Shhhhhh, baby, don’t be scared. Soon you’ll be here with me and then you’ll see me, I promise…
I missed you so much! I felt so lost!
I know baby. I missed you too, more the anything…
I love you!
I love you too, Mikey…
“Mikey? OH MY GOD MIKEY!! What did you-? Mikey, wake up!!!”
Who’s that?
It’s Gerard. He’s found the pill bottle. He’s trying to save you…
NO! No, I want to be with you!!
He’s shaking you, he’s trying to wake you up. He’s crying…
Oh No! Oh f*ck!! Gerard no!! I didn’t want to leave him with this, he shouldn’t have to. I’m sorry, I am so, so sorry…Jess? Jess, are you still there?
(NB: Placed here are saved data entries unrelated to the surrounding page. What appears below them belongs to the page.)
"""Read an uploaded mesh, refuse what cannot be checked, and report the mesh's health and units.

The public surface is ``read_part``, ``part_from_arrays``, ``sniff_format``, ``IntakeLimits`` and ``UNITS``; the
formats (``stl``, ``threemf`` with its ZIP gate, ``objply``), ``units`` and mesh ``health`` are modules of their own.

Every file is sniffed from its bytes, read raw (no silent repair), bounded by ``IntakeLimits``,
converted to millimetres once, and then examined: open edges, winding, degenerate faces, bodies,
inside-out shells and what the geometry kernel (manifold3d) says about the solid. Refusals are
``UnusableInput`` with one sentence that names the file."""

from __future__ import annotations

import hashlib
import re

import numpy as np

from services.findings import Finding
from services.intake.common import IntakeLimits, _SNIFF_BYTES, _check_triangle_count, _checked_arrays, _count, _refuse
from services.intake.health import _mesh_health
from services.intake.objply import _OBJ_KEYWORDS, _load_with_trimesh, _vet_ply, _vetted_obj
from services.intake.stl import (_looks_like_stl_records, _read_stl_ascii, _read_stl_binary, _stl_count_error,
                                 _stl_declared, _stl_stray_bytes)
from services.intake.threemf import _ZIP_MAGIC, _check_3mf, _read_3mf_model
from services.intake.units import UNITS, _check_extent, _largest_extent_mm, _resolve_unit, _units_finding
from services.part import Part
from services.sizes import over_limit_text

__all__ = ["UNITS", "IntakeLimits", "part_from_arrays", "read_part", "sniff_format"]


def sniff_format(data: bytes, *, name: str = "the upload") -> str:
    """Return the mesh format the bytes hold ("stl_binary", "stl_ascii", "3mf", "obj", "ply")."""
    if not data:
        raise _refuse("empty_file", name, "the file is empty; export the part again and upload the new file.")
    if data[:4] in _ZIP_MAGIC:
        return "3mf"
    if len(data) >= 84 and len(data) == 84 + 50 * _stl_declared(data):
        return "stl_binary"
    if _stl_stray_bytes(data):
        return "stl_binary"
    text_format = _sniff_text(data[:_SNIFF_BYTES], complete=len(data) <= _SNIFF_BYTES)
    if text_format:
        return text_format
    if len(data) >= 84 + 50 and _looks_like_stl_records(data):
        raise _stl_count_error(data, name)
    raise _refuse("unknown_format", name, "the file is not a binary or ASCII STL, 3MF, OBJ or PLY mesh; "
                  "export the part in one of these formats.")


def read_part(data: bytes, *, name: str, units: str | None = None, limits: IntakeLimits = IntakeLimits()) -> Part:
    """Read, validate and convert an uploaded mesh to a Part in millimetres."""
    if units is not None and units not in UNITS:
        raise _refuse("unknown_unit", name, f"the unit {units!r} is not one we know; choose one of "
                      f"{', '.join(UNITS)}.")
    if len(data) > limits.max_bytes:
        raise _refuse("too_large", name, f"{over_limit_text(len(data), limits.max_bytes)}; "
                      "simplify the mesh or export it as binary STL.")
    fmt = sniff_format(data, name=name)
    vertices, faces, file_unit = _read_raw(data, fmt, name=name, limits=limits)
    unit, scale, unit_findings = _resolve_unit(file_unit, units, name=name)
    stray = _stl_stray_bytes(data) if fmt == "stl_binary" else 0
    if stray:
        unit_findings.append(Finding("mesh_health", "note", f"{name}: {_count(stray, 'stray byte')} ignored after "
                                     f"the last of its {len(faces):,} triangles (less than one 50-byte triangle)."))
    vertices, faces = _checked_arrays(vertices, faces, name=name, limits=limits)
    extent = _largest_extent_mm(vertices, scale=scale)
    _check_extent(extent, name=name, limits=limits, unit=unit, scale=scale)
    plausibility = _units_finding(extent, name=name, unit=unit, scale=scale, from_file=file_unit is not None)
    if plausibility is not None:
        unit_findings.append(plausibility)
    # The raw corners go to the health examination unscaled: it merges them first and scales only the merged ones.
    return _assemble(vertices, faces, name=name, sha256=hashlib.sha256(data).hexdigest(),
                     source_format=fmt, units=unit, findings=unit_findings, scale=scale)


def part_from_arrays(vertices_mm, faces, *, name: str, source_format: str = "generated",
                     parameters: dict | None = None) -> Part:
    """Return a checked Part from vertex (n, 3) mm and face (m, 3) arrays, as a generator makes them."""
    vertices = np.ascontiguousarray(vertices_mm, dtype=np.float64).reshape(-1, 3)
    faces = np.ascontiguousarray(faces, dtype=np.int64).reshape(-1, 3)
    sha256 = hashlib.sha256(vertices.tobytes() + faces.tobytes()).hexdigest()
    limits = IntakeLimits()
    vertices, faces = _checked_arrays(vertices, faces, name=name, limits=limits)
    _check_extent(_largest_extent_mm(vertices), name=name, limits=limits, unit="mm", scale=1.0)
    return _assemble(vertices, faces, name=name, sha256=sha256, source_format=source_format, units="mm",
                     findings=[], parameters=parameters)


def _sniff_text(head: bytes, *, complete: bool) -> str | None:
    """Return "stl_ascii", "ply" or "obj" when the head is text in one of those formats (PLY: its header)."""
    if re.match(rb"ply\r?\nformat ", head):
        return "ply"
    if b"\x00" in head:
        return None
    text = head.removeprefix(b"\xef\xbb\xbf").decode("latin-1")
    if text.lstrip().lower().startswith("solid"):
        return "stl_ascii"
    lines = text.splitlines()
    if not complete:
        lines = lines[:-1]  # the sniffed head may cut its last line in half
    tokens = [ln.split(None, 1)[0] for ln in lines if ln.strip() and not ln.lstrip().startswith("#")]
    if tokens and "v" in tokens and all(t in _OBJ_KEYWORDS for t in tokens):
        return "obj"
    return None


def _read_raw(data: bytes, fmt: str, *, name: str, limits: IntakeLimits) -> tuple[np.ndarray, np.ndarray, str | None]:
    """Return raw vertices, faces and the file's own unit (3MF only) without any repair."""
    if fmt == "stl_binary":
        return (*_read_stl_binary(data, name=name, limits=limits), None)
    if fmt == "stl_ascii":
        return (*_read_stl_ascii(data, name=name), None)
    if fmt == "3mf":
        file_unit = _check_3mf(data, name=name, limits=limits)
        return (*_read_3mf_model(data, name=name, limits=limits), file_unit)
    if fmt == "obj":
        data = _vetted_obj(data, name=name)
    else:
        _vet_ply(data, name=name)
    _precheck_face_count(data, fmt, name=name, limits=limits)
    return (*_load_with_trimesh(data, fmt, name=name), None)


def _precheck_face_count(data: bytes, fmt: str, *, name: str, limits: IntakeLimits) -> None:
    """Refuse an OBJ or PLY whose face count is over the limit before parsing allocates for it."""
    if fmt == "ply":
        header = data[: data.find(b"end_header")]
        match = re.search(rb"element\s+face\s+(\d+)", header)
        count = int(match.group(1)) if match else 0
    else:
        count = data.count(b"\nf ") + data.startswith(b"f ")  # tabs are spaces by now (_vetted_obj)
    _check_triangle_count(count, name=name, limits=limits)


def _assemble(vertices: np.ndarray, faces: np.ndarray, *, name: str, sha256: str, source_format: str,
              units: str, findings: list[Finding], parameters: dict | None = None, scale: float = 1.0) -> Part:
    """Return the Part (in mm) after the health examination of vertices in a unit of ``scale`` mm."""
    health = _mesh_health(vertices, faces, name=name, scale=scale)
    return Part(name=name, sha256=sha256, source_format=source_format, units=units,
                vertices_mm=health.vertices_mm, faces=health.faces, bodies=health.bodies,
                watertight=health.watertight, findings=health.findings + tuple(findings),
                parameters=parameters, volume_mm3=health.volume_mm3)
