def _open_edges_finding(vertices_mm: np.ndarray, edges: _Edges, *, name: str) -> Finding | None:
    """Return a blocker for edges not closed by a pair of faces, located at the largest hole."""
    is_open = edges.counts % 2 == 1
    n_open = int(is_open.sum())
    if not n_open:
        return None
    ends = edges.vertices[is_open]
    _, vertex_hole = _components(len(vertices_mm), ends)
    _, hole = np.unique(vertex_hole[ends[:, 0]], return_inverse=True)
    biggest = np.bincount(hole).argmax()
    where = vertices_mm[ends[hole == biggest]].mean(axis=(0, 1))
    n_holes = int(hole.max()) + 1
    x, y, z = (round(float(c), 4) for c in where)
    message = (f"{name}: the surface is not closed: {n_open:,} open edges in {n_holes:,} "
               f"{'hole' if n_holes == 1 else 'holes'}, the largest around ({_num(x)}, {_num(y)}, {_num(z)}) mm; "
               "a printer cannot make an open surface, so close the mesh in your CAD program and export it again.")
    return Finding("mesh_health", "blocker", message, measured=float(n_open), limit=0.0, unit="edges",
                   location_mm=(x, y, z), count=n_open)


def _orientation_findings(edges_after: _Edges, flipped: int, *, inverted: bool, name: str) -> list[Finding]:
    """Return notes on repaired winding or an inside-out part, and a caution if faces still disagree."""
    findings = []
    if inverted:
        findings.append(Finding("mesh_health", "note", f"{name}: the part was inside out (every face pointed "
                                "inward); it was turned outside out."))
    if flipped:
        findings.append(Finding("mesh_health", "note", f"{name}: {_count(flipped, 'face')} wound against "
                                "their neighbours; they were flipped to match.", measured=float(flipped),
                                unit="faces", count=flipped))
    left = int(edges_after.pair_same.sum())
    if left:
        joins = "edge still joins" if left == 1 else "edges still join"
        findings.append(Finding("mesh_health", "caution", f"{name}: {left:,} {joins} faces wound against each "
                                "other (a one-sided surface); the inside of the part is ambiguous.",
                                measured=float(left), unit="edges", count=left))
    return findings


_KERNEL_WORDS = {
    "NotManifold": "its surface is not a closed two-manifold",
    "NonFiniteVertex": "a vertex has non-finite coordinates",
    "VertexOutOfBounds": "a face refers to a missing vertex",
}


def _kernel(result: m3d.Manifold, *, name: str) -> m3d.Manifold:
    """Return a manifold3d result, or raise our own error when its status is not NoError."""
    status = result.status()
    if status == m3d.Error.NoError:
        return result
    words = _KERNEL_WORDS.get(status.name, f"it reports {status.name}")
    raise _refuse(f"kernel_{status.name.lower()}", name, f"the geometry kernel could not build a solid from the "
                  f"mesh ({words}); the printed shape may differ from the file, so repair the mesh and export "
                  "it again.")


def _kernel_findings(vertices_mm: np.ndarray, faces: np.ndarray, volumes: np.ndarray, *, name: str) -> list[Finding]:
    """Return what manifold3d reports about a closed mesh: a failed build or overlapping bodies."""
    try:
        mesh = m3d.Mesh64(vert_properties=np.ascontiguousarray(vertices_mm, np.float64),
                          tri_verts=np.ascontiguousarray(faces, np.uint64))
        solid = _kernel(m3d.Manifold(mesh), name=name)
        if len(volumes) < 2 or (volumes <= 0).any():
            return []  # one body cannot overlap another; a cavity shell is not a body to unite
        if len(volumes) > _OVERLAP_MAX_BODIES:
            return [Finding("mesh_health", "note", f"{name}: with {len(volumes):,} bodies, overlaps between "
                            "bodies were not checked.")]
        return _overlap_findings(solid, name=name)
    except UnusableInput as exc:
        return [Finding("mesh_health", "caution", exc.message)]


def _overlap_findings(solid: m3d.Manifold, *, name: str) -> list[Finding]:
    """Return a caution when bodies intersect one another (their union is smaller than their sum)."""
    pieces = [_kernel(piece, name=name) for piece in solid.decompose()]
    union = _kernel(m3d.Manifold.batch_boolean(pieces, m3d.OpType.Add), name=name).volume()
    summed = sum(piece.volume() for piece in pieces)
    overlap = summed - union
    if overlap <= 1e-9 * summed:
        return []
    return [Finding("mesh_health", "caution", f"{name}: bodies intersect one another: they add up to "
                    f"{_num(summed)} mm3 but their union is {_num(union)} mm3; unite them in your CAD program so "
                    "the volume and the quote are right.", measured=overlap, unit="mm3")]
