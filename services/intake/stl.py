"""STL, binary and ASCII: the record layout, declared and stray bytes, and reading the triangles."""

from __future__ import annotations

import re

import numpy as np

from services.errors import UnusableInput
from services.intake.common import IntakeLimits, _check_triangle_count, _refuse


_STL_RECORD = np.dtype([("normal", "<f4", 3), ("v", "<f4", (3, 3)), ("attr", "<u2")])


def _stl_declared(data: bytes) -> int:
    """Return the triangle count a binary STL header declares."""
    return int.from_bytes(data[80:84], "little")


def _stl_stray_bytes(data: bytes) -> int:
    """Return how many bytes (1 to 49) follow a binary STL's declared triangles, else 0.

    Common STL readers ignore a tail shorter than one 50-byte record (some exporters pad the file).
    """
    if len(data) < 84 + 50:
        return 0
    declared = _stl_declared(data)
    stray = len(data) - 84 - 50 * declared
    return stray if declared and 0 < stray < 50 and _looks_like_stl_records(data) else 0


def _looks_like_stl_records(data: bytes) -> bool:
    """Return True when the first records hold the finite, modest floats of a binary STL."""
    n = min(8, (len(data) - 84) // 50)
    records = np.frombuffer(data, _STL_RECORD, count=n, offset=84)
    floats = np.concatenate([records["normal"].reshape(n, -1), records["v"].reshape(n, -1)], axis=1)
    a = np.abs(floats.astype(np.float64))
    # Random bytes read as float32 spread over 1e-38..1e38; real coordinates and normals do not.
    return bool(np.all(np.isfinite(a) & ((a == 0) | ((a > 1e-20) & (a < 1e7)))))


def _stl_count_error(data: bytes, name: str) -> UnusableInput:
    """Return the refusal for a binary STL whose header count disagrees with its size."""
    held, stray = divmod(len(data) - 84, 50)
    extra = f" and {stray} stray bytes" if stray else ""
    return _refuse("stl_count_mismatch", name, f"the header says {_stl_declared(data):,} triangles but the file "
                   f"holds {held:,}{extra}; the file is truncated or not a binary STL.")


def _read_stl_binary(data: bytes, *, name: str, limits: IntakeLimits) -> tuple[np.ndarray, np.ndarray]:
    """Return the triangle soup of a binary STL, read straight into numpy.

    The corners stay float32, as stored: intake merges them on their 32 bits and widens only the merged ones.
    """
    n = _stl_declared(data)
    _check_triangle_count(n, name=name, limits=limits)
    tris = np.ascontiguousarray(np.frombuffer(data, _STL_RECORD, count=n, offset=84)["v"])
    return tris.reshape(-1, 3), np.arange(3 * n, dtype=np.int64).reshape(-1, 3)


def _read_stl_ascii(data: bytes, *, name: str) -> tuple[np.ndarray, np.ndarray]:
    """Return the triangle soup of an ASCII STL, refusing a file that is cut off or malformed."""
    lower = data.lower()
    ends_properly = lower.rstrip().rsplit(b"\n", 1)[-1].strip().startswith(b"endsolid")
    body = re.sub(rb"(?m)^[ \t]*(end)?solid\b[^\n]*$", b" ", lower)  # solid names may hold any text
    done = len(re.findall(rb"\bendfacet\b", body))
    if len(re.findall(rb"\bfacet\b", body)) != done or body.count(b"endloop") != done or not ends_properly:
        raise _refuse("stl_truncated", name, f"the ASCII STL breaks off after {done:,} complete facets "
                      "(a facet or the closing 'endsolid' is missing); export the part again.")
    if done == 0:
        return np.empty((0, 3)), np.empty((0, 3), np.int64)
    numbers = re.sub(rb"\b(facet|normal|outer|loop|vertex|endloop|endfacet)\b", b" ", body)
    try:
        values = np.fromstring(numbers, dtype=np.float64, sep=" ")
    except ValueError as exc:
        raise _refuse("stl_malformed", name, "the ASCII STL holds text where numbers belong; export the "
                      "part again.") from exc
    if values.size != 12 * done:
        raise _refuse("stl_malformed", name, f"the ASCII STL has {done:,} facet{'s' if done != 1 else ''} but "
                      f"{values.size:,} numbers instead of {12 * done:,} (a normal and three corners each); export "
                      "the part again.")
    tris = values.reshape(done, 4, 3)[:, 1:]
    return tris.reshape(-1, 3), np.arange(3 * done, dtype=np.int64).reshape(-1, 3)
Yes Mikey, I’m here. It won’t be much longer now, so be brave. I love you, Michael James Way and I hate that you were hurting…so sorry we ended up this way…
I don’t care, I’m just glad you’re here now. I love you so much Jess. I always, always will!!
“Come on Mikey please…Mike, don’t do this to me! Please just hold on, okay. The ambulance is on it’s way. Please, wake up!! Mikey, please, please don’t go…Mikey? MIKEY!!!”
I’m sorry Gerard, I’m sorry I had to leave you with this…it wasn’t your fault, it never was…please forgive me…
“MIKEY WAKE UP!! Please, Mikey, it’s Gerard, your big brother! Please, talk to me! Mikey!”
Cold. Jess, I’m so cold.
I know baby, I know. But I’ve taken your hands and you’ll feel mine soon, I promise. I will never let go of you again, Mikey I will never let go of you again…
I love you Jess…Always!!
Forever…
“Mikey? …Mikey! Mikey, don’t to this, please! …Mikey? …Mikey?!? Oh god…”
I’m sorry Gerard, I love you, my brother. Goodbye.